What you need to do | Copy every line in the listing that contains "position".
Segment Start: Source information
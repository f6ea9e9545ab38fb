/*
** The layout stage, second half: counts from a CSV file (FORMAT.md §1,
** "Counts from a CSV file") into the chart model. libcsv does the quoting
** (commas and line breaks inside quoted fields); this file finds the columns,
** matches groups and categories and reads every count exactly.
**
** Marks in CSV errors: the file is the CSV as resolved from the layout's
** folder, the line is the 1-based physical line where the record starts (a
** quoted field may run over several lines), and the column is the 1-based
** FIELD NUMBER, not a character position.
**
** Two shapes are read. Wide: one row per group, one count column per category
** (its `column:`, defaulting to its id). Long: one row per count, with a
** category column (matching a category's column, id or label) and a count
** column. A group column, when named, says which group a row belongs to.
*/
#include <csv.h>
#include <string.h>

#include "layout.h"

typedef struct {
    char **f;        /* fields, NUL-ended */
    size_t n;
    unsigned line;   /* physical line where the record starts */
} row;

typedef struct {
    ug_chart *c;
    ug_error *err;
    ug_status st;
    const char *file;
    ug_arena tmp;               /* every field; freed when the file is read */
    row *rows;
    size_t nrows, cap;
    char **cur;                 /* fields of the record being read */
    size_t ncur, capcur;
    unsigned line, rec_line;
    bool at_start;
} reader;

static ug_mark at(const reader *r, unsigned line, size_t field)
{
    ug_mark m = {r->file, line, (unsigned)field};
    return m;
}

static ug_status nomem(reader *r)
{
    return ug_fail(r->err, UG_ENOMEM, ug_mark_file(r->file), "out of memory");
}

static void on_field(void *s, size_t len, void *data)
{
    reader *r = data;
    if (r->st)
        return;
    const char *text = s ? s : "";
    ug_mark m = at(r, r->rec_line, r->ncur + 1);
    if (len > UG_MAX_STRING) {
        r->st = ug_fail(r->err, UG_ELIMIT, m, "a field longer than the limit of %d "
                        "bytes", UG_MAX_STRING);
        return;
    }
    /* line breaks are fine in a quoted field; group names are checked again */
    if ((r->st = layout_check_text(text, s ? len : 0, true, m, r->err)))
        return;
    if (r->ncur == r->capcur) {
        size_t cap = r->capcur ? 2 * r->capcur : 16;
        char **grown = ug_realloc(r->cur, cap * sizeof *grown);
        if (!grown) {
            r->st = nomem(r);
            return;
        }
        r->cur = grown;
        r->capcur = cap;
    }
    if (!(r->cur[r->ncur++] = ug_arena_strndup(&r->tmp, text, s ? len : 0)))
        r->st = nomem(r);
}

static void on_record(int c, void *data)
{
    reader *r = data;
    (void)c;
    r->at_start = true;
    if (r->st)
        return;
    if (r->nrows == r->cap) {
        size_t cap = r->cap ? 2 * r->cap : 64;
        row *grown = ug_realloc(r->rows, cap * sizeof *grown);
        if (!grown) {
            r->st = nomem(r);
            return;
        }
        r->rows = grown;
        r->cap = cap;
    }
    row *w = &r->rows[r->nrows];
    w->f = ug_arena_alloc(&r->tmp, (r->ncur ? r->ncur : 1) * sizeof *w->f);
    if (!w->f) {
        r->st = nomem(r);
        return;
    }
    memcpy(w->f, r->cur, r->ncur * sizeof *w->f);
    w->n = r->ncur;
    w->line = r->rec_line;
    r->nrows++;
    r->ncur = 0;
}

/* Semicolon when the header line holds more semicolons than commas outside
** quotes (a common export in locales with a decimal comma). */
static unsigned char detect_delim(const char *s, size_t n)
{
    size_t commas = 0, semis = 0;
    bool quoted = false;
    for (size_t i = 0; i < n && s[i] != '\n' && s[i] != '\r'; i++) {
        if (s[i] == '"')
            quoted = !quoted;
        else if (!quoted)
            commas += s[i] == ',', semis += s[i] == ';';
    }
    return semis > commas ? ';' : ',';
}

static void *csv_realloc(void *p, size_t n) { return ug_realloc(p, n); }

/* Feed one byte at a time so each record knows the physical line it starts
** on; libcsv reports neither lines nor offsets. */
static ug_status parse_csv(reader *r, const char *text, size_t len)
{
    struct csv_parser p;
    if (csv_init(&p, CSV_STRICT | CSV_APPEND_NULL | CSV_STRICT_FINI) != 0)
        return nomem(r);
    csv_set_realloc_func(&p, csv_realloc);
    csv_set_free_func(&p, ug_free);
    csv_set_delim(&p, detect_delim(text, len));
    r->line = 1;
    r->at_start = true;
    for (size_t i = 0; i < len && !r->st; i++) {
        if (r->at_start && text[i] != '\n' && text[i] != '\r') {
            r->rec_line = r->line;
            r->at_start = false;
        }
        if (csv_parse(&p, text + i, 1, on_field, on_record, r) != 1 && !r->st)
            r->st = csv_error(&p) == CSV_ENOMEM ? nomem(r) : ug_fail(r->err, UG_ESYNTAX, at(r, r->rec_line, r->ncur + 1),
                            "CSV syntax error: %s (line %u, field %zu)",
                            csv_strerror(csv_error(&p)), r->line, r->ncur + 1);
        r->line += text[i] == '\n';
    }
    if (!r->st && csv_fini(&p, on_field, on_record, r) != 0 && !r->st)
        r->st = ug_fail(r->err, UG_ESYNTAX, at(r, r->rec_line, r->ncur + 1),
                        "CSV syntax error: a quoted field is not closed");
    csv_free(&p);
    return r->st;
}

/* ---- columns ------------------------------------------------------------- */

/* Whether header field f names the column: as written, or (for a category
** whose column defaults to its id) when its slug is the id, so "Niños" and
** "niños" both find the category labelled Niños (id "ninos"). */
static bool names_column(const char *f, const char *name, bool by_slug)
{
    if (!strcmp(f, name))
        return true;
    char buf[256];
    return by_slug && strlen(f) < sizeof buf - 2 && ug_slug(f, buf, sizeof buf) &&
           !strcmp(buf, name);
}

/* The index of the header field `name`; blames `where` (in the layout). */
static ug_status find_column(reader *r, const char *name, bool by_slug, ug_mark where,
                             size_t *out)
{
    const row *h = &r->rows[0];
    size_t found = h->n;
    for (size_t i = 0; i < h->n; i++) {
        if (!names_column(h->f[i], name, by_slug))
            continue;
        if (found < h->n)
            return ug_fail(r->err, UG_EDATA, at(r, h->line, i + 1),
                           "column '%s' appears twice in the header", name);
        found = i;
    }
    if (found == h->n)
        return ug_fail(r->err, UG_EDATA, where, "%s has no column '%s'", r->file, name);
    *out = found;
    return UG_OK;
}

static ug_status check_widths(reader *r)
{
    for (size_t i = 1; i < r->nrows; i++)
        if (r->rows[i].n != r->rows[0].n)
            return ug_fail(r->err, UG_EDATA, at(r, r->rows[i].line, r->rows[i].n),
                           "this row has %zu field%s but the header has %zu",
                           r->rows[i].n, r->rows[i].n == 1 ? "" : "s", r->rows[0].n);
    if (r->nrows < 2)
        return ug_fail(r->err, UG_EDATA, at(r, r->rows[0].line, 1),
                       "the CSV has a header but no rows of counts");
    return UG_OK;
}

/* ---- groups -------------------------------------------------------------- */

static long group_index(const ug_text_list *groups, const char *name)
{
    for (size_t g = 0; g < groups->n; g++)
        if (!strcmp(groups->items[g].text, name))
            return (long)g;
    return -1;
}

/* The groups the CSV names, in file order, each once. */
static ug_status csv_groups(reader *r, size_t gi, ug_text_list *out)
{
    out->items = ug_arena_alloc(&r->tmp, r->nrows * sizeof *out->items);
    if (!out->items)
        return nomem(r);
    for (size_t i = 1; i < r->nrows; i++) {
        const char *name = r->rows[i].f[gi];
        ug_mark m = at(r, r->rows[i].line, gi + 1);
        ug_status st = layout_check_text(name, strlen(name), false, m, r->err);
        if (st)
            return st;
        if (group_index(out, name) >= 0)
            continue;
        if (out->n == UG_MAX_GROUPS)
            return ug_fail(r->err, UG_ELIMIT, at(r, r->rows[i].line, gi + 1),
                           "more than %d groups (the limit)", UG_MAX_GROUPS);
        out->items[out->n].text = name;
        out->items[out->n++].mark = m;
    }
    return UG_OK;
}

/* `rows:` keeps the last N groups, or the named ones, in file order; the
** rest of the file is no error (a history file gains a row a quarter). */
static ug_status select_rows(reader *r, ug_text_list *found)
{
    const ug_data_spec *d = &r->c->data;
    if (d->rows_last) {
        if ((size_t)d->rows_last > found->n)
            return ug_fail(r->err, UG_EDATA, d->rows_mark,
                           "'rows: last %ld' asks for more rows than %s holds (%zu)",
                           d->rows_last, r->file, found->n);
        size_t skip = found->n - (size_t)d->rows_last;
        memmove(found->items, found->items + skip, (size_t)d->rows_last * sizeof *found->items);
        found->n = (size_t)d->rows_last;
        return UG_OK;
    }
    if (!d->rows_names.n)
        return UG_OK;
    for (size_t k = 0; k < d->rows_names.n; k++)
        if (group_index(found, d->rows_names.items[k].text) < 0)
            return ug_fail(r->err, UG_EDATA, d->rows_names.items[k].mark,
                           "row '%s' is not in %s", d->rows_names.items[k].text, r->file);
    size_t kept = 0;
    for (size_t g = 0; g < found->n; g++)
        if (group_index(&d->rows_names, found->items[g].text) >= 0)
            found->items[kept++] = found->items[g];
    found->n = kept;
    return UG_OK;
}

/* With groups in the layout the CSV must name exactly those; without, the
** CSV's groups become the chart's (copied into the chart's arena). */
static ug_status match_groups(reader *r, const ug_text_list *found)
{
    ug_chart *c = r->c;
    if (!c->groups.n) {
        c->groups.items = ug_arena_alloc(&c->arena, found->n * sizeof *found->items);
        if (!c->groups.items)
            return nomem(r);
        for (size_t g = 0; g < found->n; g++) {
            c->groups.items[g].mark = found->items[g].mark;
            if (!(c->groups.items[g].text = ug_arena_strdup(&c->arena,
                                                            found->items[g].text)))
                return nomem(r);
        }
        c->groups.n = found->n;
        c->groups.mark = c->data.group_column.mark;
        return UG_OK;
    }
    for (size_t g = 0; g < found->n; g++)
        if (group_index(&c->groups, found->items[g].text) < 0)
            return ug_fail(r->err, UG_EDATA, found->items[g].mark,
                           "group '%s' is not one of the groups the layout lists",
                           found->items[g].text);
    for (size_t g = 0; g < c->groups.n; g++)
        if (group_index(found, c->groups.items[g].text) < 0)
            return ug_fail(r->err, UG_EDATA, c->groups.items[g].mark,
                           "group '%s' has no row in %s", c->groups.items[g].text,
                           r->file);
    return UG_OK;
}
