/* An alias bomb ("billion laughs") must stop at the first alias, not expand. */
START_TEST(test_alias_bomb)
{
    const char *text = "a: &a [x, x, x, x, x, x, x, x, x]\n"
                       "b: &b [*a, *a, *a, *a, *a, *a, *a, *a, *a]\n"
                       "c: &c [*b, *b, *b, *b, *b, *b, *b, *b, *b]\n";
    ug_error err = {0};
    ug_chart *c = NULL;
    ck_assert_int_eq(ug_chart_load_string(text, strlen(text), "bomb.yaml", NULL, &c,
                                          &err),
                     UG_ESCHEMA);
    ck_assert_uint_eq(err.where.line, 2);
    ck_assert_uint_eq(err.where.column, 8);
    ck_assert_str_eq(err.msg, "aliases are not supported (write the value out)");
}
END_TEST

/* ---- pages ---------------------------------------------------------------- */

/* Paper sizes: ISO 216 (A4 210 x 297 mm); US Letter 8.5 x 11 in; 96 px per
** inch and 25.4 mm per inch (W3C CSS Values and Units, absolute lengths). */
START_TEST(test_page)
{
    ug_error err = {0};
    ug_page *p = NULL;
    ck_assert_int_eq(ug_page_load("data/good/page.yaml", NULL, &p, &err), UG_OK);
    ck_assert(fabs(p->width - 11 * 96) < 1e-9);   /* landscape letter */
    ck_assert(fabs(p->height - 8.5 * 96) < 1e-9);
    ck_assert(fabs(p->margin - 48) < 1e-9);
    ck_assert_int_eq(p->orientation, UG_ORIENT_LANDSCAPE);
    ck_assert_int_eq(p->columns, 2);
    ck_assert_str_eq(p->title.text, "Spring update (test data)");
    ck_assert_uint_eq(p->npanels, 3);
    ck_assert_int_eq(p->panels[0].kind, UG_PANEL_CHART);
    ck_assert_str_eq(p->panels[0].chart_file.text, "inline.yaml");
    ck_assert_str_eq(p->panels[0].chart->path, "data/good/inline.yaml");
    ck_assert_uint_eq(p->panels[0].chart->groups.n, 3);
    ck_assert_int_eq(p->panels[1].kind, UG_PANEL_CHART);
    ck_assert_ptr_null(p->panels[1].chart_file.text);
    ck_assert_str_eq(p->panels[1].chart->title.text, "Inline chart");
    ck_assert_uint_eq(p->panels[1].chart->title.mark.line, 7);
    ck_assert_str_eq(p->panels[1].chart->title.mark.file, "data/good/page.yaml");
    ck_assert_int_eq(p->panels[1].span, 2);
    ck_assert_int_eq(p->panels[2].kind, UG_PANEL_TEXT);
    ck_assert_str_eq(p->panels[2].text.text, "Short paragraph\non two lines.\n");
    ck_assert_int_eq(p->panels[2].span, 1);
    ck_assert(p->shared_scale);
    ug_page_free(p);

    ck_assert_int_eq(ug_page_load("data/good/page_custom.yaml", NULL, &p, &err), UG_OK);
    ck_assert(fabs(p->width - 200 * 96 / 25.4) < 1e-9);
    ck_assert(fabs(p->height - 250 * 96 / 25.4) < 1e-9);
    ck_assert(fabs(p->margin - 15 * 96 / 25.4) < 1e-9);
    ck_assert_int_eq(p->columns, 1);
    ug_page_free(p);
}
END_TEST

typedef struct {
    const char *text;
    unsigned line, column;
    const char *msg;
} page_case;

static const page_case bad_pages[] = {
    {"page: {size: A4}\npanels: [{text: a}]\n", 0, 0, NULL},
    {"page: {size: A4}\n", 1, 1, "missing 'panels'"},
    {"page: {size: B4}\npanels: [{text: a}]\n", 1, 14, "'size' expects A3"},
    {"page: {size: A4, columns: 2}\npanels: [{text: a, span: 3}]\n", 2, 10,
     "spans 3 columns"},
    {"page: {size: A4}\npanels: [{text: a, chart: x.yaml}]\n", 0, 0, "x.yaml"},
    {"page: {size: A4}\npanels: [{span: 1}]\n", 2, 10, "either 'chart' or 'text'"},
    {"page: {size: A4, margin: 200mm}\npanels: [{text: a}]\n", 1, 7, "no room"},
    {"page: {size: A4}\npanels: [{chart: {icon-value: 10}}]\n", 2, 18,
     "missing 'categories'"},
    {"page: {size: A4}\npanels: [{text: a}]\nshared-scale: maybe\n", 3, 15,
     "true or false"},
    {"page: {size: A4}\npanels: [{chart: missing.yaml}]\n", 2, 18,
     "cannot read 'missing.yaml'"},
    {"title: chart\n", 1, 1, "this is a chart file, not a page file"},
    {"page: {size: A4}\nnumber-format: words\npanels: [{text: a}]\n", 2, 16,
     "'number-format' expects one of plain | compact | compact-short"},
};

START_TEST(test_bad_pages)
{
    const page_case *t = &bad_pages[_i];
    ug_error err = {0};
    ug_page *p = NULL;
    ug_status st = ug_page_load_string(t->text, strlen(t->text), "p.yaml", NULL, &p,
                                       &err);
    if (!t->msg) {
        ck_assert_int_eq(st, UG_OK);
        ug_page_free(p);
        return;
    }
    ck_assert_int_ne(st, UG_OK);
    ck_assert_ptr_null(p);
    if (t->line) {
        ck_assert_uint_eq(err.where.line, t->line);
        ck_assert_uint_eq(err.where.column, t->column);
    }
    ck_assert_msg(strstr(err.msg, t->msg), "case %d: '%s'", _i, err.msg);
}
END_TEST
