/**
 * One message source, two phrasings. A message that names an input carries a field reference (`fieldRef`); it is
 * rendered for the page and the HTTP API with the page's field label ("x / longitude column") and for the command
 * line with the flag (--x). So the page never shows command-line syntax and the CLI never shows page labels.
 */

/** The inputs a message can name, with the page's label and the command line's flag. */
export const FIELD_NAMES = {
  points: { label: 'Points', flag: '--points' },
  area: { label: 'Study area', flag: '--area' },
  noData: { label: 'No-data zones', flag: '--no-data' },
  crs: { label: 'Coordinate system', flag: '--crs' },
  x: { label: 'x / longitude column', flag: '--x' },
  y: { label: 'y / latitude column', flag: '--y' },
  id: { label: 'record id column', flag: '--id' },
  skipBadRows: { label: 'Skip rows without coordinates', flag: '--skip-bad-rows' },
  cells: { label: 'Cell sides', flag: '--cells', item: 'cell side' },
  perCell: { label: 'Expected points per cell', flag: '--per-cell', item: 'the cell side for expected points per cell value' },
  cell: { label: 'Cell side', flag: '--cell' },
  placements: { label: 'Placements per cell side', flag: '--placements' },
  design: { label: 'Placement design', flag: '--design' },
  rotation: { label: 'Rotate the grids', flag: '--no-rotation' },
  minCoverage: { label: 'minCoverage', flag: '--min-coverage' },
  alpha: { label: 'alpha', flag: '--alpha' },
  sims: { label: 'CSR simulations', flag: '--sims' },
  seed: { label: 'Seed', flag: '--seed' },
  shape: { label: 'Cell shape', flag: '--shape', item: 'cell shape' },
  bodyLimit: { label: 'the server\'s upload limit', flag: '--body-limit' },
  maxPoints: { label: 'the server\'s point limit', flag: '--max-points' },
} as const;

export type FieldName = keyof typeof FIELD_NAMES;
export type Audience = 'page' | 'cli';

const OPEN = '\uE000';
const CLOSE = '\uE001';
const REFERENCE = /\uE000([A-Za-z]+)(?:#(\d+))?\uE001/g;

/**
 * A reference to an input inside a message, e.g. `${fieldRef('x')} names no column`; `index` (0-based) points at
 * one value of a list field (the second cell side).
 */
export function fieldRef(name: FieldName, index?: number): string {
  return `${OPEN}${name}${index === undefined ? '' : `#${index}`}${CLOSE}`;
}

function ordinal(index: number): string {
  return String(index + 1);
}

const ALTERNATIVE = /\uE002([^\uE002-\uE004]*)\uE003([^\uE002-\uE004]*)\uE004/g;

/**
 * A phrase said two ways, e.g. twoWays('--crs planar', 'the "Coordinate system" choice "planar metres"'): the first
 * on the command line, the second on the page and in the HTTP API.
 */
export function twoWays(cli: string, page: string): string {
  return `\uE002${cli}\uE003${page}\uE004`;
}

/** The message in one audience's words: page labels in quotes, or command-line flags. */
export function renderMessage(text: string, audience: Audience): string {
  return text
    .replace(ALTERNATIVE, (_whole, cli: string, page: string) => (audience === 'cli' ? cli : page))
    .replace(REFERENCE, (_whole, name: string, index: string | undefined) => {
    const entry = FIELD_NAMES[name as FieldName];
    if (!entry) return name;
    const position = index === undefined ? '' : Number(index);
    if (audience === 'cli') return position === '' ? entry.flag : `${entry.flag} value ${ordinal(position)}`;
    if (position === '') return `the "${entry.label}" field`;
    return 'item' in entry ? `${entry.item} ${ordinal(position)}` : `value ${ordinal(position)} of the "${entry.label}" field`;
  });
}

/** The field names a message refers to (for clients that highlight the field at fault). */
export function referencedFields(text: string): FieldName[] {
  return [...text.matchAll(REFERENCE)].map((match) => match[1] as FieldName).filter((name) => name in FIELD_NAMES);
}
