import { defineConfig } from 'vite';
import { fileURLToPath } from 'node:url';

// The analyst's page: built into dist/client and served by the local server. No CDN: chart.js is bundled.
export default defineConfig({
  root: fileURLToPath(new URL('.', import.meta.url)),
  base: './',
  build: {
    outDir: fileURLToPath(new URL('../dist/client', import.meta.url)),
    emptyOutDir: true,
    sourcemap: true,
  },
});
Segment End: Source information
Solution to this exercise |
** FIELD NUMBER, not a character position.
    const position = index === undefined ? '' : Number(index);
    if (audience === 'cli') return position === '' ? entry.flag : `${entry.flag} value ${ordinal(position)}`;
    if (position === '') return `the "${entry.label}" field`;
    return 'item' in entry ? `${entry.item} ${ordinal(position)}` : `value ${ordinal(position)} of the "${entry.label}" field`;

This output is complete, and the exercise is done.